The Portland City Attorney's office has rejected the claim of a NE Portland woman who says police explosives detonated near her home caused $10,000 in damage to her chimney ["Claim Dumpers," News, April 8].

That woman, Judy Wickman, cashed a $445 city check for windows broken in the explosion before she found the chimney damage. But the city has refused to help with repairs, saying Wickman waived further claims by depositing the window check.
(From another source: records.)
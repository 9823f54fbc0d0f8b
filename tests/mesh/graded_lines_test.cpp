#include "mesh/graded_lines.hpp"

#include <gtest/gtest.h>

#include <algorithm>
#include <cmath>
#include <random>

#include "tests/near.hpp"

namespace panelwright::mesh {
namespace {

/// Cell sizes are differences of coordinates of order 1, so they carry rounding of 1e-16 over a cell of 1e-6
/// at least; the lines themselves forgive 1e-9.
constexpr double rounding = 1.0 + 1e-8;

void expect_graded(const std::vector<double>& lines, const std::vector<KeyLine>& keys,
                   const Grading& grading) {
    std::vector<double> cell;
    for (std::size_t n = 0; n + 1 < lines.size(); ++n) cell.push_back(lines[n + 1] - lines[n]);
    for (std::size_t n = 0; n < cell.size(); ++n) {
        ASSERT_GT(cell[n], 0.0);
        EXPECT_LE(cell[n], grading.largest * rounding);
        if (n == 0) continue;
        EXPECT_LE(std::max(cell[n], cell[n - 1]), std::min(cell[n], cell[n - 1]) * grading.growth * rounding);
    }
    for (const KeyLine& key : keys) {
        const auto at = std::find(lines.begin(), lines.end(), key.at);
        ASSERT_NE(at, lines.end()) << "key line " << key.at << " is missing";
        if (!key.free_edge) continue;
        const auto n = static_cast<std::size_t>(at - lines.begin());
        EXPECT_LE(n > 0 ? cell[n - 1] : 0.0, grading.edge * rounding);
        EXPECT_LE(n < cell.size() ? cell[n] : 0.0, grading.edge * rounding);
    }
}

TEST(GradedLines, GrowGeometricallyFromOneEdge) {
    // 1 + 2 + 4 + … + 64 = 127 cells of the edge's size, and nothing to keep to at the other end.
    const std::vector<KeyLine> keys = {{0.0, true}, {127.0, false}};
    const auto lines = graded_lines(keys, {.largest = 1000.0, .edge = 1.0, .growth = 2.0});
    ASSERT_EQ(lines.size(), 8U);
    for (std::size_t n = 0; n < lines.size(); ++n) {
        // A dozen operations on numbers of order 100.
        EXPECT_TRUE(test::near(lines[n], std::exp2(static_cast<double>(n)) - 1.0, 1e-13, 1e-13)) << lines[n];
    }
}

TEST(GradedLines, AreEvenWhereNothingIsFine) {
    const std::vector<KeyLine> keys = {{-1.0, false}, {1.0, false}};
    const auto lines = graded_lines(keys, {.largest = 0.5, .edge = 0.5, .growth = 1.5});
    ASSERT_EQ(lines.size(), 5U);
    for (std::size_t n = 0; n < lines.size(); ++n) {
        EXPECT_TRUE(test::near(lines[n], -1.0 + 0.5 * static_cast<double>(n), 0.0, 1e-14)) << lines[n];
    }
}

TEST(GradedLines, KeepASingleCellBetweenCloseKeys) {
    const std::vector<KeyLine> keys = {{0.0, true}, {1.0, false}, {1.01, true}, {2.0, true}};
    const Grading grading = {.largest = 0.5, .edge = 0.1, .growth = 1.8};
    const auto lines = graded_lines(keys, grading);
    expect_graded(lines, keys, grading);
    const auto at = std::find(lines.begin(), lines.end(), 1.0);
    EXPECT_EQ(*(at + 1), 1.01);
}

TEST(GradedLines, FewerThanTwoKeysAreLeftAlone) {
    EXPECT_TRUE(graded_lines({}, {.largest = 1.0, .edge = 1.0, .growth = 2.0}).empty());
    const std::vector<KeyLine> one = {{3.0, true}};
    EXPECT_EQ(graded_lines(one, {.largest = 1.0, .edge = 1.0, .growth = 2.0}), std::vector<double>{3.0});
}

TEST(GradedLines, KeepTheirLimitsForAnyKeys) {
    std::mt19937 random(20240611);
    const auto uniform = [&](double from, double to) {
        return std::uniform_real_distribution(from, to)(random);
    };
    for (int trial = 0; trial < 400; ++trial) {
        std::vector<KeyLine> keys = {{0.0, uniform(0.0, 1.0) < 0.5}};
        const int count = std::uniform_int_distribution(1, 12)(random);
        for (int n = 0; n < count; ++n) {
            // From a millionth of the axis to all of it.
            keys.push_back({keys.back().at + std::pow(10.0, uniform(-6.0, 0.0)), uniform(0.0, 1.0) < 0.5});
        }
        const double largest = std::pow(10.0, uniform(-1.5, 0.5));
        const Grading grading = {largest, largest * uniform(0.05, 1.0), uniform(1.1, 3.0)};
        const auto lines = graded_lines(keys, grading);
        expect_graded(lines, keys, grading);
        if (HasFailure()) FAIL() << "trial " << trial;
    }
}

TEST(KeyLines, MergeWithinTheirToleranceAndRememberEdges) {
    KeyLines keys(1e-6);
    keys.add({1.0, false});
    keys.add({0.0, true});
    keys.add({1.0 + 5e-7, true});
    ASSERT_EQ(keys.lines().size(), 2U);
    EXPECT_EQ(keys.lines()[0].at, 0.0);
    EXPECT_EQ(keys.lines()[1].at, 1.0);
    EXPECT_TRUE(keys.lines()[1].free_edge);
}

TEST(KeyLines, SettleOnAnExistingLineOrMakeOne) {
    KeyLines keys(1e-6);
    keys.add({0.0, true});
    EXPECT_EQ(keys.settle(0.3, -0.1, 0.4), 0.0);
    EXPECT_EQ(keys.lines().size(), 1U);
    EXPECT_EQ(keys.settle(0.3, 0.1, 0.4), 0.3);
    EXPECT_EQ(keys.lines().size(), 2U);
    EXPECT_EQ(keys.settle(0.2, -0.1, 0.4), 0.3) << "the nearer of two";
}

TEST(NearestLine, TakesTheNearerNeighbour) {
    const std::vector<double> lines = {0.0, 1.0, 3.0};
    EXPECT_EQ(nearest_line(lines, -5.0), 0);
    EXPECT_EQ(nearest_line(lines, 0.4), 0);
    EXPECT_EQ(nearest_line(lines, 1.9), 1);
    EXPECT_EQ(nearest_line(lines, 2.1), 2);
    EXPECT_EQ(nearest_line(lines, 9.0), 2);
}

}  // namespace
}  // namespace panelwright::mesh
Wickman turned to the city's ombudsman who unearthed a decades-old city law that allows Portland officials to pay citizens' "fair and moral" claims, even when there's no legal obligation. The city hasn't used the law in 25 years.

And it's not about to start. City Attorney Tracy Reeve declined Wickman's fair and moral claim earlier this month. The city has made one concession: It's offered to pay the $500 deductible for Wickman's homeowner's insurance.

Mayor Charlie Hales' office says it's open to discussing whether the law needs to be done away with or brought back into use. DIRK VANDERHART

PORTLAND CITY COUNCIL has delayed its vote on a proposed North Portland propane storage and export facility.

Commissioners were tentatively set to vote on April 30 whether or not to approve a zoning change at the Port of Portland that would allow Canada-based Pembina Pipeline Corporation to build a $500 million fossil fuel processing facility at Terminal 6 at the Port of Portland.

On Monday, April 27, Portland Bureau of Planning and Sustainability Planner Tom Armstrong announced the vote has been delayed until June 17, though that date is also tentative. A first reading of the proposed ordinance and a public hearing is scheduled for 2 pm on June 10.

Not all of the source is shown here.